İbrahim Karagül
Yüz yıllık hesap bu, farkında mısınız?
On yıldır, bu köşede yazdığım her yazı yüzyıllık bir hesap gözetilerek yazıldı. Atılan her adım, uygulanan her proje, pazarlanan her siyasi söylem, sunulan her ekonomik paket bu ön kabulle tartışıldı.
İşgaller, ayrıştırma senaryoları, etnik çatışmalar, rejim değişiklikleri, terörle mücadele, enerji stratejileri, sosyal paketler, sivil girişimler, bölgesel ittifaklar ya da eksenler bu açıdan tartışıldı.

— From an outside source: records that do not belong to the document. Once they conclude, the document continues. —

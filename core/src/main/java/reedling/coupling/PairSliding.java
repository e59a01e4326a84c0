// SPDX-License-Identifier: Apache-2.0
package reedling.coupling;

import static reedling.contact.ContactBlock.at;
import static reedling.contact.ContactBlock.load;
import static reedling.contact.ContactBlock.store;

import jdk.incubator.vector.DoubleVector;
import reedling.contact.Column;
import reedling.contact.ContactBlock;
import reedling.math.Lanes;
import reedling.math.Tile;

/**
 * Gather stage: ends the turn of the sum of radius times spin and the difference of radii; sliding of the surfaces and
 * mean normal of grain-grain rows.
 *
 * <pre>v_t = s (r_i w_i + r_j w_j) x n - u        n_mean = n - h/(2 d) u</pre>
 */
final class PairSliding implements RowStage {

    /** First less second radius, m; {@link PairLevers} puts the lever in its place. */
    static final int RADIUS_DIFFERENCE = Column.LEVER_FIRST;

    private static final int QUAD = Column.MEAN_NORMAL;

    @Override
    public void run(RowRange rows) {
        ContactBlock block = rows.block();
        if (Lanes.VECTORISED) {
            vector(block.columns(), block.rows(), -0.5 * block.step());
        } else {
            scalar(block.columns(), block.rows(), -0.5 * block.step());
        }
    }

    private static void vector(double[] c, int rows, double minusHalfStep) {
        DoubleVector back = DoubleVector.broadcast(Lanes.SPECIES, minusHalfStep);
        for (int r = 0; r < rows; r += Lanes.TILE) {
            DoubleVector a = load(c, QUAD, r), b = load(c, QUAD + 1, r);
            DoubleVector d = load(c, QUAD + 2, r), e = load(c, QUAD + 3, r);
            DoubleVector ad = Tile.swap2(a, d), be = Tile.swap2(b, e);
            DoubleVector a2 = Tile.take2(a, ad), b2 = Tile.take2(b, be);
            DoubleVector d2 = Tile.take2(ad, d), e2 = Tile.take2(be, e);
            DoubleVector ab = Tile.swap1(a2, b2), de = Tile.swap1(d2, e2);
            store(Tile.take1(de, e2), c, RADIUS_DIFFERENCE, r);

            DoubleVector shortening = load(c, PairDistance.SHORTENING, r);
            DoubleVector sx = Tile.take1(a2, ab).mul(shortening);
            DoubleVector sy = Tile.take1(ab, b2).mul(shortening);
            DoubleVector sz = Tile.take1(d2, de).mul(shortening);
            DoubleVector nx = load(c, Column.NORMAL, r),
                    ny = load(c, Column.NORMAL + 1, r),
                    nz = load(c, Column.NORMAL + 2, r);
            DoubleVector ux = load(c, Column.SLIDING, r),
                    uy = load(c, Column.SLIDING + 1, r),
                    uz = load(c, Column.SLIDING + 2, r);
            store(sy.mul(nz).sub(sz.fma(ny, ux)), c, Column.SLIDING, r);
            store(sz.mul(nx).sub(sx.fma(nz, uy)), c, Column.SLIDING + 1, r);
            store(sx.mul(ny).sub(sy.fma(nx, uz)), c, Column.SLIDING + 2, r);
            DoubleVector turn = load(c, PairDistance.INVERSE_DISTANCE, r).mul(back);
            store(ux.fma(turn, nx), c, Column.MEAN_NORMAL, r);
            store(uy.fma(turn, ny), c, Column.MEAN_NORMAL + 1, r);
            store(uz.fma(turn, nz), c, Column.MEAN_NORMAL + 2, r);
        }
    }

    private static void scalar(double[] c, int rows, double minusHalfStep) {
        for (int r = 0; r < rows; r++) {
            double shortening = c[at(PairDistance.SHORTENING) + r];
            double sx = c[at(QUAD) + r] * shortening;
            double sy = c[at(QUAD + 1) + r] * shortening;
            double sz = c[at(QUAD + 2) + r] * shortening;
            double nx = c[at(Column.NORMAL) + r], ny = c[at(Column.NORMAL + 1) + r], nz = c[at(Column.NORMAL + 2) + r];
            double ux = c[at(Column.SLIDING) + r],
                    uy = c[at(Column.SLIDING + 1) + r],
                    uz = c[at(Column.SLIDING + 2) + r];
            c[at(Column.SLIDING) + r] = sy * nz - Math.fma(sz, ny, ux);
            c[at(Column.SLIDING + 1) + r] = sz * nx - Math.fma(sx, nz, uy);
            c[at(Column.SLIDING + 2) + r] = sx * ny - Math.fma(sy, nx, uz);
            double turn = c[at(PairDistance.INVERSE_DISTANCE) + r] * minusHalfStep;
            c[at(Column.MEAN_NORMAL) + r] = Math.fma(ux, turn, nx);
            c[at(Column.MEAN_NORMAL + 1) + r] = Math.fma(uy, turn, ny);
            c[at(Column.MEAN_NORMAL + 2) + r] = Math.fma(uz, turn, nz);
        }
    }
}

Özellikle son yirmi yıldır her gelişmeyi 1. Dünya Savaşı, Osmanlı siyasal otoritesinin dağıtılması ve ardından oluşturulan bölgesel haritayı merkeze alarak sorguladık. Bu yüzden 20. Yüzyıl'ın bizim için, bu bölgenin insanları/ülkeleri için dondurulmuş bir tarih olduğuna inandık. Bu tarih bitmeliydi, bitecekti ve yeni bir tarih başlayacaktı ama yüzyıldır biriken enerjinin kontrol altına alınması için insafsız uygulamalara maruz bırakılıyorduk.
Atlantik'ten Pasifik kıyılarına kadar uzanan kuşakta yaşayan Müslüman toplumlar, merhametsiz projelere kurban ediliyordu. Bu kuşaktan Batı'yı rahatsız edecek hiçbir güç çıkmamalıydı, hiçbir siyasal söylem gelişmemeliydi. Bu yüzden tehdit kategorisine alınan her grup, siyasal çevre acımasızca ezildi.

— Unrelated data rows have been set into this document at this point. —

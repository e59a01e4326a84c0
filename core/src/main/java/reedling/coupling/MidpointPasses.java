// SPDX-License-Identifier: Apache-2.0
package reedling.coupling;

import java.util.ArrayList;
import java.util.Arrays;
import java.util.List;
import reedling.parallel.Phase;
import reedling.parallel.WorkerTeam;
import reedling.particle.GrainStore;

/**
 * Phases of a step by the midpoint rule, between which stands the team's barrier: histories of contacts are kept, grains
 * are tried at the inner point of the step until they settle there, then they arrive at its end. A trial books nothing and
 * every trial starts from the histories that were kept. What a trial costs is memory too: a copy of all rows and histories.
 *
 * <p>For grains and walls; nothing that bends. Threads: phases are started by one thread; every task writes only what its
 * chunk owns, so the bits do not depend on the number of workers.
 */
public final class MidpointPasses {

    private final Interactions interactions;
    private final MidpointMotion motion;
    private final StepContext trial;
    private final List<KeptHistory> kept = new ArrayList<>();
    private final List<ContactTally> tallies = new ArrayList<>();
    private double[] speeds = new double[0];
    private boolean[] settled = new boolean[0];

    private final Phase keepPhase = this::keepTask;
    private final Phase openPhase = this::openTask;
    private final Phase predictPhase = this::predictTask;
    private final Phase trialPhase = this::trialTask;
    private final Phase correctPhase = this::correctTask;
    private final Phase arrivePhase = this::arriveTask;
    private final Phase closePhase = this::closeTask;

    private double now;
    private double span;
    private double step;
    private double theta;
    private double turning;
    private double accepted;
    private boolean energyDue;

    MidpointPasses(Interactions interactions, GrainStore grains, double stepsPerContact) {
        this.interactions = interactions;
        motion = new MidpointMotion(grains);
        trial = new StepContext(stepsPerContact);
    }

    /** Keeps the histories of all contacts; before the force phase that looks at the start of a step. */
    public void keep(WorkerTeam team) {
        int chunks = chunks();
        while (kept.size() < chunks) {
            kept.add(new KeptHistory());
            tallies.add(new ContactTally());
        }
        if (speeds.length < chunks) {
            speeds = new double[chunks];
            settled = new boolean[chunks];
        }
        motion.makeRoom();
        team.run(keepPhase, chunks);
    }

    private void keepTask(int task, int worker) {
        kept.get(task)
                .keep(
                        interactions.lists().chunks().get(task).segments(),
                        interactions.walls().segments(task));
    }

    /**
     * Remembers where grains stand and what pushes them there, after that force phase.
     *
     * @param turnTime time over which orientations are turned now, s; 0 for not now
     */
    public void open(double turnTime, WorkerTeam team) {
        turning = turnTime;
        team.run(openPhase, chunks());
    }

    private void openTask(int task, int worker) {
        var chunk = interactions.lists().chunks().get(task);
        MoveTally tally = interactions.moves().get(task);
        tally.clear();
        if (turning > 0) {
            GrainMotion.turn(chunk, interactions.grains(), turning);
        }
        motion.start(chunk, tally);
    }

    /**
     * First trial.
     *
     * @param thetaStep time from the start to the inner point, s
     * @return largest speed of a grain or of its surface by its spin, m/s
     */
    public double predict(double thetaStep, WorkerTeam team) {
        span = thetaStep;
        team.run(predictPhase, chunks());
        return Arrays.stream(speeds, 0, chunks()).max().orElse(0);
    }

    private void predictTask(int task, int worker) {
        speeds[task] = motion.predict(interactions.lists().chunks().get(task), span);
    }

    /**
     * Forces at the inner point, walls standing there too; then the next trial.
     *
     * @param time of the inner point, s
     * @param reach length the next step will not exceed (s), displacement since the last search (m), largest speed (m/s)
     * @param acceptedChange change of a velocity that counts as none, m/s
     * @return whether all grains have settled
     */
    public boolean improve(double time, Reach reach, double acceptedChange, WorkerTeam team) {
        now = time;
        accepted = acceptedChange;
        trial.open(span, reach.longest, reach.travel, reach.largestSpeed, false);
        team.run(trialPhase, chunks());
        team.run(correctPhase, chunks());
        for (int chunk = 0; chunk < chunks(); chunk++) {
            if (!settled[chunk]) {
                return false;
            }
        }
        return true;
    }

    /**
     * How far a trial looks for pairs that could touch.
     *
     * @param longest length the next step will not exceed, s
     * @param travel accumulated largest displacement since the last search, m
     * @param largestSpeed of any body, m/s
     */
    public record Reach(double longest, double travel, double largestSpeed) {}

    private void trialTask(int task, int worker) {
        kept.get(task).giveBack();
        ContactTally tally = tallies.get(task);
        tally.clear();
        interactions.contactForces(task, worker, trial, tally);
        interactions.fieldForces(task, now);
    }

    private void correctTask(int task, int worker) {
        settled[task] = motion.correct(interactions.lists().chunks().get(task), span, accepted);
    }

    /** Puts grains at the end of the step (s), their histories as they were at its start; a force phase follows. */
    public void arrive(double length, WorkerTeam team) {
        step = length;
        team.run(arrivePhase, chunks());
    }

    private void arriveTask(int task, int worker) {
        kept.get(task).giveBack();
        motion.arrive(
                interactions.lists().chunks().get(task),
                step,
                interactions.moves().get(task));
    }

    /**
     * Gives grains the velocities of the end of the step.
     *
     * @param inner theta
     * @param reportDue whether energies are wanted
     */
    public void close(double inner, boolean reportDue, WorkerTeam team) {
        theta = inner;
        energyDue = reportDue;
        team.run(closePhase, chunks());
    }

    private void closeTask(int task, int worker) {
        motion.close(
                interactions.lists().chunks().get(task),
                theta,
                energyDue,
                interactions.moves().get(task));
    }

    private int chunks() {
        return interactions.lists().chunks().size();
    }
}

Olayları hep bu açıdan sorguladığım için günübirlik doğru/yanlışlara pek aldırış etmedim. Geçmişimizi ve geleceğimizi kendi bakışımızla sorgulamamız gerektiğine, bizler için geliştirilen stratejik değer tanımlamalarının aslında bizimle hiçbir ilgisi bulunmadığına, ülkelerimizin başkalarının tehdit ve çıkarlarına göre konumlandırılmasına asla izin vermememiz gerektiğine inandım. Bu dönemde buradaki yazılardan oluşan kitaplara bu yüzden "Yüzyıllık Kuşatma" ya da "Hesaplaşma Yüzyılı" isimlerini uygun gördüm.

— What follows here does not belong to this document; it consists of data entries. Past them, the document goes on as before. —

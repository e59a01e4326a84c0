// SPDX-License-Identifier: Apache-2.0
package reedling.coupling;

import static reedling.contact.ContactBlock.at;

import reedling.contact.ContactBlock;
import reedling.math.Lanes;
import reedling.math.Tile;
import reedling.neighbour.PairSegment;
import reedling.particle.GrainRow;

/**
 * Last stage of grain-grain rows: adds the force rows, turned back, to both grains; a second grain of another chunk gets
 * its row in the segment's exports, for its own chunk to add.
 */
final class PairScatter implements RowStage {

    private static final int SECOND = 8; // column where the second body's force rows start

    @Override
    public void run(RowRange rows) {
        ContactBlock block = rows.block();
        PairSegment segment = rows.segment();
        double[] c = block.columns();
        double[] forces = rows.forces();
        for (int r = 0; r < block.rows(); r += Lanes.TILE) {
            int row = rows.from() + r;
            int first = at(0) + r;
            int second = at(SECOND) + r;
            if (Lanes.VECTORISED) {
                Tile.addRows(c, first, BeginTurn.STRIDE, forces, GrainRow.PAD, segment.first(), row);
            } else {
                Tile.addToRowsScalar(c, first, BeginTurn.STRIDE, forces, GrainRow.PAD, segment.first(), row);
            }
            if (segment.cross()) {
                store(c, second, segment.exports(), PairSegment.PAD + 8 * row);
            } else if (Lanes.VECTORISED) {
                Tile.addRows(c, second, BeginTurn.STRIDE, forces, GrainRow.PAD, segment.second(), row);
            } else {
                Tile.addToRowsScalar(c, second, BeginTurn.STRIDE, forces, GrainRow.PAD, segment.second(), row);
            }
        }
    }

    private static void store(double[] c, int at, double[] exports, int to) {
        if (Lanes.VECTORISED) {
            Tile.storeRows(c, at, BeginTurn.STRIDE, exports, to);
        } else {
            Tile.storeRowsScalar(c, at, BeginTurn.STRIDE, exports, to);
        }
    }
}
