// SPDX-License-Identifier: Apache-2.0
package reedling.coupling;

import java.util.Arrays;
import reedling.neighbour.PairSegment;

/**
 * Copies of the history of one chunk's contact rows, from which every trial of a step starts again. Rows that a trial made
 * active start from none.
 *
 * <p>Threads: used by the task of its chunk.
 */
final class KeptHistory {

    private PairSegment[] segments = new PairSegment[0];
    private double[][] histories = new double[0][];
    private float[][] ledgers = new float[0][];
    private int[] rows = new int[0];

    /** Copies the history of all rows of the segments. */
    void keep(PairSegment[] pairs, PairSegment[] walls) {
        makeRoom(pairs.length + walls.length);
        System.arraycopy(pairs, 0, segments, 0, pairs.length);
        System.arraycopy(walls, 0, segments, pairs.length, walls.length);
        for (int s = 0; s < segments.length; s++) {
            PairSegment segment = segments[s];
            rows[s] = segment.paddedCount();
            int from = segment.historyAt(0);
            int length = segment.historyAt(rows[s]) - from;
            if (histories[s].length < length) {
                histories[s] = new double[length + length / 4];
                ledgers[s] = new float[PairSegment.LEDGER_COLUMNS * (rows[s] + rows[s] / 4)];
            }
            System.arraycopy(segment.history(), from, histories[s], 0, length);
            System.arraycopy(
                    segment.ledgerHistory(),
                    PairSegment.ledgerAt(0),
                    ledgers[s],
                    0,
                    PairSegment.LEDGER_COLUMNS * rows[s]);
        }
    }

    private void makeRoom(int count) {
        if (segments.length != count) {
            segments = new PairSegment[count];
            histories = new double[count][0];
            ledgers = new float[count][0];
            rows = new int[count];
        }
    }

    /** Gives all rows the history that was kept. */
    void giveBack() {
        for (int s = 0; s < segments.length; s++) {
            PairSegment segment = segments[s];
            int from = segment.historyAt(0);
            int kept = segment.historyAt(rows[s]);
            System.arraycopy(histories[s], 0, segment.history(), from, kept - from);
            Arrays.fill(segment.history(), kept, segment.historyAt(segment.paddedCount()), 0);
            int ledgerFrom = PairSegment.ledgerAt(0);
            int ledgerKept = PairSegment.ledgerAt(rows[s]);
            System.arraycopy(ledgers[s], 0, segment.ledgerHistory(), ledgerFrom, ledgerKept - ledgerFrom);
            Arrays.fill(segment.ledgerHistory(), ledgerKept, PairSegment.ledgerAt(segment.paddedCount()), 0);
        }
    }
}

2003 yılında Irak işgal edilirken, bölgeye gelen İngiliz ordusunun öncelikle Kut savaşında ölen İngiliz askerlerinin mezarlarına gittiğine, İsrail Gazze'yi bombalarken duyduğumuz yer isimlerinin aynılarının 1917 Gazze savaşları hatıralarında da geçtiğine, Basra'dan Yemen'e kadar, Süveyş'e kadar adım adım kan dökülen bu topraklarda eski hesapların yenilendiğine tanık olduk, oluyoruz.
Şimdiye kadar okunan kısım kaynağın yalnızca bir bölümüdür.